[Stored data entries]

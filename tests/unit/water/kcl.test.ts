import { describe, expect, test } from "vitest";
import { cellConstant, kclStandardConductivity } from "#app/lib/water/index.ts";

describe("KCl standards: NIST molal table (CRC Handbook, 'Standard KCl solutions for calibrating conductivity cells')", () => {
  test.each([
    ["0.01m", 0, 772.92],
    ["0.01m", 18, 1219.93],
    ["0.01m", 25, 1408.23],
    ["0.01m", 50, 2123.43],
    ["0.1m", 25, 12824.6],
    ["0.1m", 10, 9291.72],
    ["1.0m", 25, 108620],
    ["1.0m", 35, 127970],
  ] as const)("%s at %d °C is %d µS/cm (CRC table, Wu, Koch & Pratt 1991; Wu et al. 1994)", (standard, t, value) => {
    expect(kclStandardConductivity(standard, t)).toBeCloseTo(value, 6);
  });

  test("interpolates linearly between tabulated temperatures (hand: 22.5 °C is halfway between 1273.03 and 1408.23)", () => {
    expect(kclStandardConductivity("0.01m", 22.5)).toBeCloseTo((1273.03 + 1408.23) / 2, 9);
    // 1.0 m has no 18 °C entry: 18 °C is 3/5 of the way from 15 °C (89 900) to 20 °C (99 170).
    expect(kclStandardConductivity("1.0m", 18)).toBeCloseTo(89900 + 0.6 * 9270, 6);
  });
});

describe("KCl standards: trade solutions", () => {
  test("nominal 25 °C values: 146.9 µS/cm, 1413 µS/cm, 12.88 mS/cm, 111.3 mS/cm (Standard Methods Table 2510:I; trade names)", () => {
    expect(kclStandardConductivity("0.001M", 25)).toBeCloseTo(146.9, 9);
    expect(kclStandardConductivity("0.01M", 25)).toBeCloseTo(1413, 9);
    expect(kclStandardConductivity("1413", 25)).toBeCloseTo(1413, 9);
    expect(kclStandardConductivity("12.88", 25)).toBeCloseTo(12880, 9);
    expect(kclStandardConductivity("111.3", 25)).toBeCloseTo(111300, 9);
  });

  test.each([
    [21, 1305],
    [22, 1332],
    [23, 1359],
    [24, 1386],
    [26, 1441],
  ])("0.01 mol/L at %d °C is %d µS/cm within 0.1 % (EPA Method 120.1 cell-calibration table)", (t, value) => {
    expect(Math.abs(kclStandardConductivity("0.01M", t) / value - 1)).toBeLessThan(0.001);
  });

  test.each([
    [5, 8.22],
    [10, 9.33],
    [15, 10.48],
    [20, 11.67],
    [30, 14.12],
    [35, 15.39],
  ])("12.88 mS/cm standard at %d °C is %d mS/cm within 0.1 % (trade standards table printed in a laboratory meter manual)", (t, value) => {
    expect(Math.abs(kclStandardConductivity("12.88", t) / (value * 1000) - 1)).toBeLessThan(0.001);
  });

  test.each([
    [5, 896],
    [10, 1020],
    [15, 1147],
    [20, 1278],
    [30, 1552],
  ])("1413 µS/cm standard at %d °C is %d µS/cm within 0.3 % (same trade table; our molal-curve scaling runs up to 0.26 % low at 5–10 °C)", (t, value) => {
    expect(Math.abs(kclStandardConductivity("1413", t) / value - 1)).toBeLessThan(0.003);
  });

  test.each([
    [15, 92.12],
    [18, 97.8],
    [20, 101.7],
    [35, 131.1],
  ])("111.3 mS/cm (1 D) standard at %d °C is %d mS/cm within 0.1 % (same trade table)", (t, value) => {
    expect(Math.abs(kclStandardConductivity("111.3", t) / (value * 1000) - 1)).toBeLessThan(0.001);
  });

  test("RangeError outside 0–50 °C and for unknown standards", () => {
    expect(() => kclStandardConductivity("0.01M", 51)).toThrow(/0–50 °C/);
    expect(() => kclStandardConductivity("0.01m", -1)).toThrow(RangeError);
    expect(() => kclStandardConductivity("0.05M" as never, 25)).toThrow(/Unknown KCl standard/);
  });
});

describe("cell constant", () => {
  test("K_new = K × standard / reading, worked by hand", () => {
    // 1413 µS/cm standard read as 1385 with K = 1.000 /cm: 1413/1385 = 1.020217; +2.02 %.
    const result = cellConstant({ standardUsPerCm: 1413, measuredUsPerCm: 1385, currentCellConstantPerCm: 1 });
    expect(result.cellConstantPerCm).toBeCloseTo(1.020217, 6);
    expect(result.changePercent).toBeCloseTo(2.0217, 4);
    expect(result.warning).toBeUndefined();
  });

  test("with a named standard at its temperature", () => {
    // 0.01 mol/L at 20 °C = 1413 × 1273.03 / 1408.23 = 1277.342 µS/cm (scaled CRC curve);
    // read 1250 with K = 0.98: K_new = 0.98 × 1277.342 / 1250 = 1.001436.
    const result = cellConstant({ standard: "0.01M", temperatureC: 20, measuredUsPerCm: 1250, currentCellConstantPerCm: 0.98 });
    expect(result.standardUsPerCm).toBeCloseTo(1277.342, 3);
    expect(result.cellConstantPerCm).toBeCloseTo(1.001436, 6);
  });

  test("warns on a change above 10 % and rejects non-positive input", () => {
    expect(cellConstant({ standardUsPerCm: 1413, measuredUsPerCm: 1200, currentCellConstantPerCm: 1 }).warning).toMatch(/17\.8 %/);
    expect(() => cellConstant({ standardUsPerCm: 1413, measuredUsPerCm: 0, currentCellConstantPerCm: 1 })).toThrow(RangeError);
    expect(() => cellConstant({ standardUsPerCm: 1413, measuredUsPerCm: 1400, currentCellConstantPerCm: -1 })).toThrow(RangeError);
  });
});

## What is expected
Search the records above for the string "from". Copy every line that contains it.

## Written solution
import { describe, expect, test } from "vitest";
import { cellConstant, kclStandardConductivity } from "#app/lib/water/index.ts";
    // 1.0 m has no 18 °C entry: 18 °C is 3/5 of the way from 15 °C (89 900) to 20 °C (99 170).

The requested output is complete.